▸ Requirement
Search term "ndarray": copy each line of the records that contains it.

Stored entries:

*** Begin section ***

#: per-level elements -> (unit kind, required)
_LEVEL_ELEMENTS = {
    "pressure": ("pressure", True),
    "airTemperature": ("temperature", True),
    "dewpointTemperature": ("temperature", False),
    "windDirection": ("angle", False),
    "windSpeed": ("speed", False),
    "latitudeDisplacement": ("angle", False),
    "longitudeDisplacement": ("angle", False),
    "timePeriod": ("time", False),
}


@dataclass
class Ascent:
    """One radiosonde ascent as reported (levels in report order, SI units, NaN = missing).

    Attributes
    ----------
    station : 5-digit WMO station index (block number x 1000 + station number) as text, or None.
    latitude, longitude : launch position, degrees north / east.
    elevation : station height above mean sea level (m), NaN if not reported.
    time : launch time (numpy.datetime64, UTC).
    pressure : (nlev,) Pa.  height : (nlev,) geopotential height (m).
    temperature, dewpoint : (nlev,) K.  wind_direction : (nlev,) degrees, from.
    wind_speed : (nlev,) m/s.  lat_displacement, lon_displacement : (nlev,) degrees from
    the launch position (NaN when not reported).  elapsed : (nlev,) s since launch.
    significance : (nlev,) level flags as integers (-1 missing); ``significance_table``
    names the element they came from.
    source : file name; message, subset : 1-based position in the file.
    """

    station: str | None
    latitude: float
    longitude: float
    elevation: float
    time: np.datetime64
    pressure: np.ndarray
    height: np.ndarray
    temperature: np.ndarray
    dewpoint: np.ndarray
    wind_direction: np.ndarray
    wind_speed: np.ndarray
    lat_displacement: np.ndarray
    lon_displacement: np.ndarray
    elapsed: np.ndarray
    significance: np.ndarray
    significance_table: str
    source: str
    message: int
    subset: int
    notes: list[str] = field(default_factory=list)

    @property
    def nlev(self) -> int:
        return int(self.pressure.size)

    @property
    def label(self) -> str:
        """How messages name this ascent (station, or message number)."""
        who = f"station {self.station}" if self.station else "ascent without station index"
        return f"{self.source} {who} (message {self.message}, subset {self.subset})"

    def summary(self) -> dict:
        """Station, position, time and number of levels, for ``--list``."""
        finite = self.pressure[np.isfinite(self.pressure)]
        return {"station": self.station, "lat": self.latitude, "lon": self.longitude,
                "elevation_m": self.elevation, "time": self.time, "levels": self.nlev,
                "top_hPa": float(finite.min()) / 100.0 if finite.size else None,
                "message": self.message, "subset": self.subset}


def is_bufr(path) -> bool:
    """True when the file starts with the BUFR indicator section ("BUFR")."""
    try:
        with open(path, "rb") as fh:
            return fh.read(4) == b"BUFR"
    except OSError:
        return False


def _eccodes():
    import pyproj  # noqa: F401  # PROJ before eccodes (DEVELOPERS.md, "GRIB and PROJ")
    import eccodes

    return eccodes


def _defined(ec, h, key) -> bool:
    """Whether a key exists (``codes_is_defined`` does not see ``/subsetNumber=k/`` keys)."""
    try:
        ec.codes_get_size(h, key)
    except ec.KeyValueNotFoundError:
        return False
    return True


def _get(ec, h, key):
    """Values of a key as float64 (NaN where eccodes reports missing), or None if absent."""
    if not _defined(ec, h, key):
        return None
    vals = np.asarray(ec.codes_get_array(h, key))
    if vals.dtype.kind in "iu":
        out = vals.astype(np.float64)
        out[vals == ec.CODES_MISSING_LONG] = np.nan
    else:
        out = vals.astype(np.float64)
        out[vals == ec.CODES_MISSING_DOUBLE] = np.nan
    return out


def _converted(ec, h, prefix, key, kind, source):
    from parcelcast.units import convert

    vals = _get(ec, h, prefix + key)
    if vals is None:
        return None
    units = ec.codes_get(h, prefix + key + "->units")
    return convert(vals, units, kind, quantity=f"BUFR element {key}", source=source)


def _scalar(ec, h, prefix, key, kind, source):
    vals = _converted(ec, h, prefix, key, kind, source)
    return float(vals[0]) if vals is not None and vals.size else np.nan


def _decode_subset(ec, h, prefix, source, message, subset) -> Ascent:
    where = f"message {message}, subset {subset}"
    levels = {}
    for key, (kind, required) in _LEVEL_ELEMENTS.items():
        levels[key] = _converted(ec, h, prefix, key, kind, source)
        if levels[key] is None and required:
            raise InputFileError(source, f"{where}: no '{key}' element; this does not look like a "
                                 "radiosonde (TEMP) report")
    n = levels["pressure"].size
    nan = np.full(n, np.nan)
    z = _converted(ec, h, prefix, "nonCoordinateGeopotential", "geopotential", source)
    if z is not None:
        from parcelcast.constants import STANDARD_GRAVITY

        height = z / STANDARD_GRAVITY  # geopotential height (m)
    else:
        height = _converted(ec, h, prefix, "nonCoordinateGeopotentialHeight", "height", source)
    levels["height"] = height if height is not None else nan.copy()
    table = next((k for k in _SURFACE_BIT if _defined(ec, h, prefix + k)), "")
    flags = _get(ec, h, prefix + table) if table else None
    levels["significance"] = np.where(np.isfinite(flags), flags, -1).astype(np.int64) if flags is not None \
        else np.full(n, -1, dtype=np.int64)
    for key, vals in levels.items():
        if vals is None:
            levels[key] = nan.copy()
        elif vals.size != n:
            raise InputFileError(source, f"{where}: element '{key}' has {vals.size} values for {n} "
                                 "pressure levels; the report's level sequence cannot be decoded")

    def ints(key):
        v = _get(ec, h, prefix + key)
        return None if v is None or not np.isfinite(v[0]) else int(v[0])

    block, number = ints("blockNumber"), ints("stationNumber")
    station = f"{block * 1000 + number:05d}" if block is not None and number is not None else None
    parts = [ints(k) for k in ("year", "month", "day", "hour", "minute")]
    if any(x is None for x in parts):
        raise InputFileError(source, f"{where}: the launch time (year, month, day, hour, minute) is incomplete")
    second = ints("second") or 0
    stamp = f"{parts[0]:04d}-{parts[1]:02d}-{parts[2]:02d}T{parts[3]:02d}:{parts[4]:02d}"
    try:
        when = np.datetime64(stamp, "s") + np.timedelta64(second, "s")
    except ValueError:
        raise InputFileError(source, f"{where}: the launch time {stamp} is not a date") from None
    lat = _scalar(ec, h, prefix, "latitude", "angle", source)
    lon = _scalar(ec, h, prefix, "longitude", "angle", source)
    if not (np.isfinite(lat) and np.isfinite(lon)):
        raise InputFileError(source, f"{where}: the station position (latitude, longitude) is missing")
    elevation = _scalar(ec, h, prefix, "heightOfStationGroundAboveMeanSeaLevel", "height", source)
    if not np.isfinite(elevation):
        elevation = _scalar(ec, h, prefix, "heightOfStation", "height", source)
    return Ascent(station=station, latitude=lat, longitude=lon, elevation=elevation, time=when,
                  pressure=levels["pressure"], height=levels["height"],
                  temperature=levels["airTemperature"], dewpoint=levels["dewpointTemperature"],
                  wind_direction=levels["windDirection"], wind_speed=levels["windSpeed"],
                  lat_displacement=levels["latitudeDisplacement"],
                  lon_displacement=levels["longitudeDisplacement"], elapsed=levels["timePeriod"],
                  significance=levels["significance"], significance_table=table, source=source,
                  message=message, subset=subset)


def read_ascents(path) -> list[Ascent]:
    """Every radiosonde ascent of a BUFR file, in file order (one per message subset).

    Raises
    ------
    InputFileError
        The file cannot be read, holds no BUFR message, or a message is not a TEMP report.
    """
    path = Path(path)
    source = str(path)
    ec = _eccodes()
    try:
        fh = open(path, "rb")
    except OSError as exc:
        raise InputFileError(path, f"cannot read: {exc.strerror or exc}") from None
    ascents = []
    with fh:
        message = 0
        while True:
            try:
                h = ec.codes_bufr_new_from_file(fh)
            except ec.GribInternalError as exc:
                raise InputFileError(path, f"BUFR message {message + 1} cannot be read ({exc}); the file may be "
                                     f"truncated or damaged ({message} complete message(s) before it)") from None
            if h is None:
                break
            message += 1
            try:
                ec.codes_set(h, "unpack", 1)
                nsub = int(ec.codes_get(h, "numberOfSubsets"))
                for k in range(1, nsub + 1):
                    ascents.append(_decode_subset(ec, h, f"/subsetNumber={k}/", source, message, k))
            except ec.GribInternalError as exc:
                raise InputFileError(path, f"BUFR message {message} does not decode ({exc})") from None
            finally:
                ec.codes_release(h)
    if not ascents:
        raise InputFileError(path, "no BUFR message found")
    return ascents


def select_ascent(ascents: list[Ascent], station: str | None = None, at=None):
    """The ascent of a WMO station index, or the one nearest to ``at`` = (lat, lon).

    Returns
    -------
    (Ascent, distance_km or None)
    """
    if station is not None:
        wanted = f"{int(station):05d}" if str(station).isdigit() else str(station)
        found = [a for a in ascents if a.station == wanted]
        if not found:
            have = ", ".join(sorted({a.station or "?" for a in ascents}))
            raise SelectionError("station", wanted, have, ascents[0].source)
        if len(found) > 1:
            times = ", ".join(str(a.time) for a in found)
            raise SelectionError("one ascent of station", wanted, f"{len(found)} ascents ({times}); "
                                 "split the file or use --list", ascents[0].source)
        return found[0], None
    if at is not None:
        from parcelcast.sampling import great_circle_km

        lat, lon = at
        dist = np.array([float(great_circle_km(lat, lon, a.latitude, a.longitude)) for a in ascents])
        k = int(np.argmin(dist))
        return ascents[k], float(dist[k])
    if len(ascents) == 1:
        return ascents[0], None
    have = ", ".join(a.station or "?" for a in ascents)
    raise SelectionError("ascent", "(none chosen)", f"{len(ascents)} ascents, stations {have}; "
                         "choose one with --station WMO_ID or --at LAT,LON", ascents[0].source)


def _merge_duplicates(ascent: Ascent, order: np.ndarray, notes: list[str]):
    """Index groups of levels with the same pressure (first finite value of each element wins)."""
    p = ascent.pressure[order]
    groups = np.split(order, np.flatnonzero(np.diff(p) != 0) + 1)
    dup = [g for g in groups if g.size > 1]
    if dup:
        conflicts = []
        for g in dup:
            for name in ("temperature", "dewpoint", "height", "wind_direction", "wind_speed"):
                vals = getattr(ascent, name)[g]
                vals = vals[np.isfinite(vals)]
                if vals.size > 1 and np.ptp(vals) > 0:
                    conflicts.append(f"{ascent.pressure[g[0]] / 100:g} hPa {name}")
        msg = (f"{len(dup)} pressure level(s) reported more than once were merged "
               f"({', '.join(f'{ascent.pressure[g[0]] / 100:g}' for g in dup[:6])} hPa)")
        if conflicts:
            msg += "; where the reports differ the first is kept: " + ", ".join(conflicts[:6])
        notes.append(msg)
    return groups


def _first_finite(values: np.ndarray, groups) -> np.ndarray:
    out = np.full(len(groups), np.nan)
    for i, g in enumerate(groups):
        v = values[g]
        v = v[np.isfinite(v)]
        if v.size:
            out[i] = v[0]
    return out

*** End section ***

▸ Result of the exercise
    pressure: np.ndarray
    height: np.ndarray
    temperature: np.ndarray
    dewpoint: np.ndarray
    wind_direction: np.ndarray
    wind_speed: np.ndarray
    lat_displacement: np.ndarray
    lon_displacement: np.ndarray
    elapsed: np.ndarray
    significance: np.ndarray
def _merge_duplicates(ascent: Ascent, order: np.ndarray, notes: list[str]):
def _first_finite(values: np.ndarray, groups) -> np.ndarray:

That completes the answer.